Exercise requirements: Each line below that holds the word "columns" counts once. Say how many such lines there are, and no more.

Records for the task:
----

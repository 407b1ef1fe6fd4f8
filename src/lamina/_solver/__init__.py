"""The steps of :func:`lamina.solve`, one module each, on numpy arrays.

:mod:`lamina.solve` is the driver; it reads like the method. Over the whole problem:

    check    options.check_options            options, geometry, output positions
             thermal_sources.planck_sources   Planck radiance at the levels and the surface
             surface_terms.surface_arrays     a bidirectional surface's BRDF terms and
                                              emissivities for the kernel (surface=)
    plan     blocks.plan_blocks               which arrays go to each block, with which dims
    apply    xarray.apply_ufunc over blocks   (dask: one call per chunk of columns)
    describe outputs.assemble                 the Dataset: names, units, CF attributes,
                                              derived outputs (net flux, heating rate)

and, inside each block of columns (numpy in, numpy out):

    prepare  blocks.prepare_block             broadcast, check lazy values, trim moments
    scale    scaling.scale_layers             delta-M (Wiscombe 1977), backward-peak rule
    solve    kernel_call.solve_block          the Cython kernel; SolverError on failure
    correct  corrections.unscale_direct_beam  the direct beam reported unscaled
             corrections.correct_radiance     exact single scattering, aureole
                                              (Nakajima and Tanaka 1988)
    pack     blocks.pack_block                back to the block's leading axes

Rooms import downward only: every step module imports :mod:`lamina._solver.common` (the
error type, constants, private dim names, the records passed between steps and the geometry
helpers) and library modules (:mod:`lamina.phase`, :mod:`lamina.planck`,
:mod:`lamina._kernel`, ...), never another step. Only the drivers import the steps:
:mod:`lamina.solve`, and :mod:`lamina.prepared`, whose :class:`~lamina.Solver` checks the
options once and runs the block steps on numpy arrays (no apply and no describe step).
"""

----

Finished task: 2